%%

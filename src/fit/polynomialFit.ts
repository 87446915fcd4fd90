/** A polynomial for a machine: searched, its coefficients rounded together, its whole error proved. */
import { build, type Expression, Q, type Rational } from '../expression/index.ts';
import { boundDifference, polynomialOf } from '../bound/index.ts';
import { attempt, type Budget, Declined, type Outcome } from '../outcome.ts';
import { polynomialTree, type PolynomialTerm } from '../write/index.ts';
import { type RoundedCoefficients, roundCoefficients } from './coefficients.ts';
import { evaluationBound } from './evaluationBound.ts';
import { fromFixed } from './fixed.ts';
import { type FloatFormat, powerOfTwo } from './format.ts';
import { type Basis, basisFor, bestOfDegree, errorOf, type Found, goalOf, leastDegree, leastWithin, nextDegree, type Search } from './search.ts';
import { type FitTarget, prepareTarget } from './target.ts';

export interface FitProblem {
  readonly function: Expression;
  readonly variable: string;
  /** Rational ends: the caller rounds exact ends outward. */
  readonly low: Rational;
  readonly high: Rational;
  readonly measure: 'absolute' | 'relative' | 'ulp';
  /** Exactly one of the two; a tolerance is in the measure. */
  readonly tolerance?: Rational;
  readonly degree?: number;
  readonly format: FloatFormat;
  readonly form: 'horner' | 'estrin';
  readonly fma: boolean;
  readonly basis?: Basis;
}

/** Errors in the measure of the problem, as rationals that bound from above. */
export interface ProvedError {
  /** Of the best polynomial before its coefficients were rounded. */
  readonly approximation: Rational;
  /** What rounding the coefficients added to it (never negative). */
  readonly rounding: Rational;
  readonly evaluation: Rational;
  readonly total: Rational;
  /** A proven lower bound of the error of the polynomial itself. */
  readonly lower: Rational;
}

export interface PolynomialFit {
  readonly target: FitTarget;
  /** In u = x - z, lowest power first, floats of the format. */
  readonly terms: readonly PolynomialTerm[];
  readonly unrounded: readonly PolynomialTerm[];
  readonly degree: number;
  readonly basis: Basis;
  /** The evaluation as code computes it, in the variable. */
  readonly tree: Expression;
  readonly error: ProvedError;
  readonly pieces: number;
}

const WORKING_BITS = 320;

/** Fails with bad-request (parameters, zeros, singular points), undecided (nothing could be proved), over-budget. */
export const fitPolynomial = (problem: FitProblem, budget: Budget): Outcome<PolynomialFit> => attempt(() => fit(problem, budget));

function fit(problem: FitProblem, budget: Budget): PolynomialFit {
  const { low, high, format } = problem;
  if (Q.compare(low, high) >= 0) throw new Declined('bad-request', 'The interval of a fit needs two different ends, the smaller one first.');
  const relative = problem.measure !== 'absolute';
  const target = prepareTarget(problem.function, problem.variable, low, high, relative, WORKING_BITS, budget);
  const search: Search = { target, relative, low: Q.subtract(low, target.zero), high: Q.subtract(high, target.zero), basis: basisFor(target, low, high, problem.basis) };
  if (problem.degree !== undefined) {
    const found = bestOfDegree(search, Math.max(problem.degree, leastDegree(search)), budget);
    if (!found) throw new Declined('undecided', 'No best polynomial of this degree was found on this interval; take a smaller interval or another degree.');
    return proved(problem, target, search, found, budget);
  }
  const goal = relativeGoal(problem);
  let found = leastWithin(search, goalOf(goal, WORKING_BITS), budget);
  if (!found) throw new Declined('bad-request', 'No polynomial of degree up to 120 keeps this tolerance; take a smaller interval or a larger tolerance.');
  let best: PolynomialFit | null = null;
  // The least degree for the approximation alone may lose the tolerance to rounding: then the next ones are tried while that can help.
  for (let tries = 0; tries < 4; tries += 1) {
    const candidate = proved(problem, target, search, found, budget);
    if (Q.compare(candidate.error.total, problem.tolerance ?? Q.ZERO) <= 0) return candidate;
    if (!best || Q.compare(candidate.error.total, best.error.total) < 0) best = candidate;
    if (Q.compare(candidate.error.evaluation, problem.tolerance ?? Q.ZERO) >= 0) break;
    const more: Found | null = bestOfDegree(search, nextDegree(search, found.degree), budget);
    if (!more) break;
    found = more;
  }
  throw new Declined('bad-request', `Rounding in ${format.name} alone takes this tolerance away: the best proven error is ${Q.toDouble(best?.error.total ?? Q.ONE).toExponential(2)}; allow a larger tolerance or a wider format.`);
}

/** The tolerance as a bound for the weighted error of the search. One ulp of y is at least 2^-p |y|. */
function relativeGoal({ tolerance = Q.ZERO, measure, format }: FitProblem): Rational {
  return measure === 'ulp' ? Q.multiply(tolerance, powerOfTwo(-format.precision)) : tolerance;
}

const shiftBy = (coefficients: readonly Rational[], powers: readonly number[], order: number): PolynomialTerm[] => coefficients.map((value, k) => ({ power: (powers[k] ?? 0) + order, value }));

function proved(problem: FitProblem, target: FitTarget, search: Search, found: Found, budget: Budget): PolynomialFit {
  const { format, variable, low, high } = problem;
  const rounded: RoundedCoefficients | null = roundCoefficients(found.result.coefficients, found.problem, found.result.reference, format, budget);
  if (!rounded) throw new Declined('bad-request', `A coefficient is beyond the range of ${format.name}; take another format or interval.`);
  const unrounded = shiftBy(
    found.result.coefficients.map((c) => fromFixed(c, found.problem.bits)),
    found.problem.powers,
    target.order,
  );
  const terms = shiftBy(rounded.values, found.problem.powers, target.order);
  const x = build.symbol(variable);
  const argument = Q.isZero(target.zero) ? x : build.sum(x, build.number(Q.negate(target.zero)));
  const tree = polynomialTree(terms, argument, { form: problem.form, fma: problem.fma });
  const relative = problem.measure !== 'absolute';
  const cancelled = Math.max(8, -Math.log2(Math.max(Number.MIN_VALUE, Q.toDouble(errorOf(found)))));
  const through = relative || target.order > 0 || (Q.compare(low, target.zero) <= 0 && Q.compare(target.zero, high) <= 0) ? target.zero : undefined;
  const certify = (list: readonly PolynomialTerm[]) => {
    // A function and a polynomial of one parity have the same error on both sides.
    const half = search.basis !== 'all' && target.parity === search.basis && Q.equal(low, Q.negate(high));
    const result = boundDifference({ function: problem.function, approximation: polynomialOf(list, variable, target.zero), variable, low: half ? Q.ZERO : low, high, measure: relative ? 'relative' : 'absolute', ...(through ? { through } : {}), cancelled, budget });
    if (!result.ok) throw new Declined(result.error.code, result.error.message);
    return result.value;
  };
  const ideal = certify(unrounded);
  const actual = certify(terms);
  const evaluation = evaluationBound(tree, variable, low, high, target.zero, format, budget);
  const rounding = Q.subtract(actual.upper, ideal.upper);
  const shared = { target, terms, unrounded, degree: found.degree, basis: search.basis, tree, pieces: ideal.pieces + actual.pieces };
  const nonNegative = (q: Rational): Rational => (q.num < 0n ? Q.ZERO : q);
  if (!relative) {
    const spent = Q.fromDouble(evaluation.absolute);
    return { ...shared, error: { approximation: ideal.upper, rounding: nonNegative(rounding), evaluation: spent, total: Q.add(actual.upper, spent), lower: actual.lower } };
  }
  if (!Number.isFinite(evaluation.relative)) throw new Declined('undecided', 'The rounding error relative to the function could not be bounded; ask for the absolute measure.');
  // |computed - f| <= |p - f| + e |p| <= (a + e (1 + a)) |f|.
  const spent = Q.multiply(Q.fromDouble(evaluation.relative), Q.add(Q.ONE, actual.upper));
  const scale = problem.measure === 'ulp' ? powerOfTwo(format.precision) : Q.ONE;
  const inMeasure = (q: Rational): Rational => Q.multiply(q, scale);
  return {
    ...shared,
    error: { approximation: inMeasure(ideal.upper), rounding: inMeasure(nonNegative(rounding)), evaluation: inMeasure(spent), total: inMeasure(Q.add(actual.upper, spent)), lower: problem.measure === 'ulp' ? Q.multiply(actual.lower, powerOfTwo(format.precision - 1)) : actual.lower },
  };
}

%%
%%

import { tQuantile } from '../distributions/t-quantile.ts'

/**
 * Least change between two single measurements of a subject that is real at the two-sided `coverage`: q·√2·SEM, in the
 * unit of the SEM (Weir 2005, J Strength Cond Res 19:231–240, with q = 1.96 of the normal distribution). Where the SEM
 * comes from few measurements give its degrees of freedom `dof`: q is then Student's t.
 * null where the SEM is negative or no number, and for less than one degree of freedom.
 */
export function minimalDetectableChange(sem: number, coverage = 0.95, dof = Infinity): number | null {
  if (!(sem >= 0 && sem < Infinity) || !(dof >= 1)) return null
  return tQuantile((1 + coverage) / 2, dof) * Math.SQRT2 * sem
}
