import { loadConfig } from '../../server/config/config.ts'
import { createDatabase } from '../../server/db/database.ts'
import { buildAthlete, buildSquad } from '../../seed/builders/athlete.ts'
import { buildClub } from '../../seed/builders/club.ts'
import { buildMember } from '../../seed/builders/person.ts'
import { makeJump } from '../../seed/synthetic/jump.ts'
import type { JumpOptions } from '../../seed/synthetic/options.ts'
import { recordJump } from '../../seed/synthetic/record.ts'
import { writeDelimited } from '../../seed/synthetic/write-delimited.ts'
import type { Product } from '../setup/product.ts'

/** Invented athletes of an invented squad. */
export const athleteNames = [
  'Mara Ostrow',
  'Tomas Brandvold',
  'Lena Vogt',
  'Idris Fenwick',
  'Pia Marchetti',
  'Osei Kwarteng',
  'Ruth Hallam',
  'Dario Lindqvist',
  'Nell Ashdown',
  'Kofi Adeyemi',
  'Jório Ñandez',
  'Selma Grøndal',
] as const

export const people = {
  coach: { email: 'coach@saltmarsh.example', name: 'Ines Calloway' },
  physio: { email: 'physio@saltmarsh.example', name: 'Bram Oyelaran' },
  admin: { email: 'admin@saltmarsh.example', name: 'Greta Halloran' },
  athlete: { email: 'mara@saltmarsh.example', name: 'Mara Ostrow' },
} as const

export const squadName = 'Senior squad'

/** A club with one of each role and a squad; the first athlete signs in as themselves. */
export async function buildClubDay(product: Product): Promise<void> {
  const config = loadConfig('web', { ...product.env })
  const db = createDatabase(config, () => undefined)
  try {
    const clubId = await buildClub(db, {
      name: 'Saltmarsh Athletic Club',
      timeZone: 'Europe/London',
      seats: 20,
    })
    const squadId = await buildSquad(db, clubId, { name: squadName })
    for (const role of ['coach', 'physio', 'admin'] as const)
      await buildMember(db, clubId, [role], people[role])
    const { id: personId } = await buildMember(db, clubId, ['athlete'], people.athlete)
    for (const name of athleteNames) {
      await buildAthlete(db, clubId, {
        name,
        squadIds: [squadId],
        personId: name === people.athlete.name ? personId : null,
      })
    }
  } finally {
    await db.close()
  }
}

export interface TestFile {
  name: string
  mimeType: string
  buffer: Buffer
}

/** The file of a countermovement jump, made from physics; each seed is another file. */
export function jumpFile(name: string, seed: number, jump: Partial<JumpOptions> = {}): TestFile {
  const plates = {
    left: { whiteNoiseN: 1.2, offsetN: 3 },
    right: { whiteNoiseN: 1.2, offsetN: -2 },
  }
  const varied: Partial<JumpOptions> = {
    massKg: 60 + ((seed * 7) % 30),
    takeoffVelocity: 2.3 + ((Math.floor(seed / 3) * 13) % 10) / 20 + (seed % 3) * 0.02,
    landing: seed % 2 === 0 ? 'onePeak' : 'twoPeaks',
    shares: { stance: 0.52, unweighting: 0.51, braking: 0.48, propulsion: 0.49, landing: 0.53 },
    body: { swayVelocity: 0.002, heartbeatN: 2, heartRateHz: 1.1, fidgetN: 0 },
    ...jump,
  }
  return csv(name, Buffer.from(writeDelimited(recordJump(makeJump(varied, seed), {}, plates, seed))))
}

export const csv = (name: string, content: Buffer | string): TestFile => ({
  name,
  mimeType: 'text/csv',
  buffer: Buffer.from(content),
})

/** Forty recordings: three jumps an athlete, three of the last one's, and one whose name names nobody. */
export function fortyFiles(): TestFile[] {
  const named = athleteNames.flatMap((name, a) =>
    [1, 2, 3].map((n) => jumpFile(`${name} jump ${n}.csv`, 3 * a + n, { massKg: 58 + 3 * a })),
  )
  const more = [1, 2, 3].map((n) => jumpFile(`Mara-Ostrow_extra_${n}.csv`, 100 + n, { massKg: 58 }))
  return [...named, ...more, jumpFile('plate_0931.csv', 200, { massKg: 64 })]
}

%%

*TASK TO COMPLETE*: Out of the material above, output word for word the line with "type FitTarget, prepareTarget", the line with "relative, WORKING_BITS, budget);", and all lines between them, with nothing else.

*PROBLEM SOLUTION*:
import { type FitTarget, prepareTarget } from './target.ts';

export interface FitProblem {
  readonly function: Expression;
  readonly variable: string;
  /** Rational ends: the caller rounds exact ends outward. */
  readonly low: Rational;
  readonly high: Rational;
  readonly measure: 'absolute' | 'relative' | 'ulp';
  /** Exactly one of the two; a tolerance is in the measure. */
  readonly tolerance?: Rational;
  readonly degree?: number;
  readonly format: FloatFormat;
  readonly form: 'horner' | 'estrin';
  readonly fma: boolean;
  readonly basis?: Basis;
}

/** Errors in the measure of the problem, as rationals that bound from above. */
export interface ProvedError {
  /** Of the best polynomial before its coefficients were rounded. */
  readonly approximation: Rational;
  /** What rounding the coefficients added to it (never negative). */
  readonly rounding: Rational;
  readonly evaluation: Rational;
  readonly total: Rational;
  /** A proven lower bound of the error of the polynomial itself. */
  readonly lower: Rational;
}

export interface PolynomialFit {
  readonly target: FitTarget;
  /** In u = x - z, lowest power first, floats of the format. */
  readonly terms: readonly PolynomialTerm[];
  readonly unrounded: readonly PolynomialTerm[];
  readonly degree: number;
  readonly basis: Basis;
  /** The evaluation as code computes it, in the variable. */
  readonly tree: Expression;
  readonly error: ProvedError;
  readonly pieces: number;
}

const WORKING_BITS = 320;

/** Fails with bad-request (parameters, zeros, singular points), undecided (nothing could be proved), over-budget. */
export const fitPolynomial = (problem: FitProblem, budget: Budget): Outcome<PolynomialFit> => attempt(() => fit(problem, budget));

function fit(problem: FitProblem, budget: Budget): PolynomialFit {
  const { low, high, format } = problem;
  if (Q.compare(low, high) >= 0) throw new Declined('bad-request', 'The interval of a fit needs two different ends, the smaller one first.');
  const relative = problem.measure !== 'absolute';
  const target = prepareTarget(problem.function, problem.variable, low, high, relative, WORKING_BITS, budget);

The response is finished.